● INSTRUCTIONS TO FOLLOW
Using the listing below, copy exactly the lines from the one containing "a0.StoreUnsafe(ref result);" to the one containing "var pivotRow = table.AsSpan((k", both lines included, and no others.

● DATA PROVIDED
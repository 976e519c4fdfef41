using System.Runtime.CompilerServices;
using System.Runtime.InteropServices;
using System.Runtime.Intrinsics;

namespace Stochastic.Chains.Kernels;

/// <summary>
/// A small square matrix times a matrix of few rows, in place: each column is read once and written once. At most
/// <see cref="MostRows"/> rows.
/// </summary>
internal static class InPlaceProduct
{
    /// <summary>The most rows of the product.</summary>
    internal const int MostRows = 16;

    private const int RowsAtOnce = 4;
    private const int ColumnsAtOnce = 8;

    /// <summary>
    /// Replaces the rows x columns matrix by square · matrix. Entries are sums over the rows in ascending order; at most one rounding for each
    /// row and one more lie between a term and the result.
    /// </summary>
    /// <param name="square">The left operand, one row after another at the given distance.</param>
    /// <param name="stride">The distance between rows of the square.</param>
    /// <param name="matrix">The right operand and the result.</param>
    /// <param name="rows">The number of rows, at most <see cref="MostRows"/>.</param>
    /// <param name="columns">The number of columns.</param>
    internal static void Multiply(ReadOnlySpan<double> square, int stride, MatrixView matrix, int rows, int columns)
    {
        // Rows of zeros fill the last group of four: their products are computed and dropped.
        var filled = (rows + RowsAtOnce - 1) / RowsAtOnce * RowsAtOnce;
        Span<double> left = stackalloc double[filled * MostRows];
        left.Clear();
        for (var row = 0; row < rows; row++)
        {
            square.Slice(row * stride, rows).CopyTo(left[(row * MostRows)..]);
        }

        Span<double> result = stackalloc double[filled * ColumnsAtOnce];
        var column = 0;
        for (; column + ColumnsAtOnce <= columns; column += ColumnsAtOnce)
        {
            for (var row = 0; row < rows; row += RowsAtOnce)
            {
                MultiplyRows(ref left[row * MostRows], ref matrix[0, column], matrix.Stride, rows, ref result[row * ColumnsAtOnce]);
            }

            for (var row = 0; row < rows; row++)
            {
                ref var target = ref matrix[row, column];
                Vector256.LoadUnsafe(ref result[row * ColumnsAtOnce]).StoreUnsafe(ref target);
                Vector256.LoadUnsafe(ref result[(row * ColumnsAtOnce) + 4]).StoreUnsafe(ref target, 4);
            }
        }

        if (column < columns)
        {
            MultiplyEdge(left, matrix.From(0, column), rows, columns - column, result);
        }
    }

    private static void MultiplyEdge(ReadOnlySpan<double> left, MatrixView matrix, int rows, int columns, Span<double> result)
    {
        Span<double> right = stackalloc double[rows * ColumnsAtOnce];
        right.Clear();
        for (var row = 0; row < rows; row++)
        {
            matrix.Row(row, 0, columns).CopyTo(right[(row * ColumnsAtOnce)..]);
        }

        for (var row = 0; row < rows; row += RowsAtOnce)
        {
            MultiplyRows(
                ref MemoryMarshal.GetReference(left[(row * MostRows)..]), ref right[0], ColumnsAtOnce, rows, ref result[row * ColumnsAtOnce]);
        }

        for (var row = 0; row < rows; row++)
        {
            result.Slice(row * ColumnsAtOnce, columns).CopyTo(matrix.Row(row, 0, columns));
        }
    }

    [MethodImpl(MethodImplOptions.AggressiveInlining)]
    private static void MultiplyRows(ref double left, ref double right, nint stride, int inner, ref double result)
    {
        Vector256<double> a0 = default, a1 = default, b0 = default, b1 = default, c0 = default, c1 = default, d0 = default, d1 = default;
        for (nint index = 0; index < inner; index++)
        {
            var first = Vector256.LoadUnsafe(ref right);
            var second = Vector256.LoadUnsafe(ref right, 4);
            right = ref Unsafe.Add(ref right, stride);
            var factor = Vector256.Create(Unsafe.Add(ref left, index));
            a0 = Vector256.MultiplyAddEstimate(factor, first, a0);
            a1 = Vector256.MultiplyAddEstimate(factor, second, a1);
            factor = Vector256.Create(Unsafe.Add(ref left, index + MostRows));
            b0 = Vector256.MultiplyAddEstimate(factor, first, b0);
            b1 = Vector256.MultiplyAddEstimate(factor, second, b1);
            factor = Vector256.Create(Unsafe.Add(ref left, index + (2 * MostRows)));
            c0 = Vector256.MultiplyAddEstimate(factor, first, c0);
            c1 = Vector256.MultiplyAddEstimate(factor, second, c1);
            factor = Vector256.Create(Unsafe.Add(ref left, index + (3 * MostRows)));
            d0 = Vector256.MultiplyAddEstimate(factor, first, d0);
            d1 = Vector256.MultiplyAddEstimate(factor, second, d1);
        }

        a0.StoreUnsafe(ref result);
        a1.StoreUnsafe(ref Unsafe.Add(ref result, 4));
        b0.StoreUnsafe(ref Unsafe.Add(ref result, ColumnsAtOnce));
        b1.StoreUnsafe(ref Unsafe.Add(ref result, ColumnsAtOnce + 4));
        c0.StoreUnsafe(ref Unsafe.Add(ref result, 2 * ColumnsAtOnce));
        c1.StoreUnsafe(ref Unsafe.Add(ref result, (2 * ColumnsAtOnce) + 4));
        d0.StoreUnsafe(ref Unsafe.Add(ref result, 3 * ColumnsAtOnce));
        d1.StoreUnsafe(ref Unsafe.Add(ref result, (3 * ColumnsAtOnce) + 4));
    }
}
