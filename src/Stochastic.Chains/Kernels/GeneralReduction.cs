using System.Numerics;

namespace Stochastic.Chains.Kernels;

/// <summary>
/// State reduction in any arithmetic of non-negative numbers, one state at a time (Grassmann, Taksar and Heyman 1985; Sheskin 1985):
/// the careful twin of the fast kernel, for numbers with a wider range or more digits than a double. O(pivots · rows · columns).
/// </summary>
/// <typeparam name="TNumber">The arithmetic; only its additions, products and quotients are used.</typeparam>
/// <param name="table">
/// Rates, row-major: row = from, column = to. The first states are eliminated; columns beyond them are exits, targets or kept states,
/// rows beyond them kept states. The diagonal is never read. Overwritten by the factors: below the diagonal a_ik / s_k, above it the
/// rates at elimination time.
/// </param>
/// <param name="rows">The number of rows.</param>
/// <param name="columns">The number of columns.</param>
/// <param name="pivots">The number of states to eliminate, at most rows and columns.</param>
internal sealed class GeneralReduction<TNumber>(TNumber[] table, int rows, int columns, int pivots)
    where TNumber : struct, IAdditionOperators<TNumber, TNumber, TNumber>, IMultiplyOperators<TNumber, TNumber, TNumber>, IDivisionOperators<TNumber, TNumber, TNumber>
{
    private readonly TNumber[] _sums = new TNumber[pivots];

    /// <summary>The pivot of each eliminated state: the sum of its remaining rates.</summary>
    internal TNumber[] Sums => _sums;

    internal void Eliminate(Action<double>? progress, CancellationToken cancellation)
    {
        for (var k = 0; k < pivots; k++)
        {
            cancellation.ThrowIfCancellationRequested();
            progress?.Invoke((double)k / pivots);
            var pivotRow = table.AsSpan((k * columns) + k + 1, columns - k - 1);
            var sum = default(TNumber);
            foreach (var rate in pivotRow)
            {
                sum += rate;
            }

            _sums[k] = sum;
            for (var i = k + 1; i < rows; i++)
            {
                ref var entry = ref table[(i * columns) + k];
                if (EqualityComparer<TNumber>.Default.Equals(entry, default))
                {
                    continue;
                }

                entry /= sum;
                var row = table.AsSpan((i * columns) + k + 1, columns - k - 1);
                for (var j = 0; j < row.Length; j++)
                {
                    row[j] += entry * pivotRow[j];
                }
            }
        }
    }

    /// <summary>Extends weights of the kept states to the eliminated ones: x_k = Σ x_i a_ik / s_k over the states i eliminated later.</summary>
    internal void ExtendLeft(Span<TNumber> weights)
    {
        for (var k = pivots - 1; k >= 0; k--)
        {
            var weight = default(TNumber);
            for (var i = k + 1; i < rows; i++)
            {
                weight += weights[i] * table[(i * columns) + k];
            }

            weights[k] = weight;
        }
    }

    /// <summary>Solves for the eliminated states, in place: s_k h_k = c_k + Σ a_kj h_j, with the right-hand side carried along the elimination.</summary>
    internal void SolveRight(Span<TNumber> values)
    {
        for (var k = 0; k < pivots; k++)
        {
            for (var i = k + 1; i < pivots; i++)
            {
                values[i] += table[(i * columns) + k] * values[k];
            }
        }

        for (var k = pivots - 1; k >= 0; k--)
        {
            for (var j = k + 1; j < pivots; j++)
            {
                values[k] += table[(k * columns) + j] * values[j];
            }

            values[k] /= _sums[k];
        }
    }

    /// <summary>Solves y · A = b for the eliminated states, in place: forward with the rates, then backward with the factors.</summary>
    internal void SolveLeft(Span<TNumber> values)
    {
        for (var k = 0; k < pivots; k++)
        {
            values[k] /= _sums[k];
            for (var j = k + 1; j < pivots; j++)
            {
                values[j] += values[k] * table[(k * columns) + j];
            }
        }

        for (var k = pivots - 1; k >= 0; k--)
        {
            for (var i = k + 1; i < pivots; i++)
            {
                values[k] += values[i] * table[(i * columns) + k];
            }
        }
    }
}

● RESULT OF THE EXERCISE
        a0.StoreUnsafe(ref result);
        a1.StoreUnsafe(ref Unsafe.Add(ref result, 4));
        b0.StoreUnsafe(ref Unsafe.Add(ref result, ColumnsAtOnce));
        b1.StoreUnsafe(ref Unsafe.Add(ref result, ColumnsAtOnce + 4));
        c0.StoreUnsafe(ref Unsafe.Add(ref result, 2 * ColumnsAtOnce));
        c1.StoreUnsafe(ref Unsafe.Add(ref result, (2 * ColumnsAtOnce) + 4));
        d0.StoreUnsafe(ref Unsafe.Add(ref result, 3 * ColumnsAtOnce));
        d1.StoreUnsafe(ref Unsafe.Add(ref result, (3 * ColumnsAtOnce) + 4));
    }
}
filename src/Stochastic.Chains/Kernels/GeneralReduction.cs
using System.Numerics;

namespace Stochastic.Chains.Kernels;

/// <summary>
/// State reduction in any arithmetic of non-negative numbers, one state at a time (Grassmann, Taksar and Heyman 1985; Sheskin 1985):
/// the careful twin of the fast kernel, for numbers with a wider range or more digits than a double. O(pivots · rows · columns).
/// </summary>
/// <typeparam name="TNumber">The arithmetic; only its additions, products and quotients are used.</typeparam>
/// <param name="table">
/// Rates, row-major: row = from, column = to. The first states are eliminated; columns beyond them are exits, targets or kept states,
/// rows beyond them kept states. The diagonal is never read. Overwritten by the factors: below the diagonal a_ik / s_k, above it the
/// rates at elimination time.
/// </param>
/// <param name="rows">The number of rows.</param>
/// <param name="columns">The number of columns.</param>
/// <param name="pivots">The number of states to eliminate, at most rows and columns.</param>
internal sealed class GeneralReduction<TNumber>(TNumber[] table, int rows, int columns, int pivots)
    where TNumber : struct, IAdditionOperators<TNumber, TNumber, TNumber>, IMultiplyOperators<TNumber, TNumber, TNumber>, IDivisionOperators<TNumber, TNumber, TNumber>
{
    private readonly TNumber[] _sums = new TNumber[pivots];

    /// <summary>The pivot of each eliminated state: the sum of its remaining rates.</summary>
    internal TNumber[] Sums => _sums;

    internal void Eliminate(Action<double>? progress, CancellationToken cancellation)
    {
        for (var k = 0; k < pivots; k++)
        {
            cancellation.ThrowIfCancellationRequested();
            progress?.Invoke((double)k / pivots);
            var pivotRow = table.AsSpan((k * columns) + k + 1, columns - k - 1);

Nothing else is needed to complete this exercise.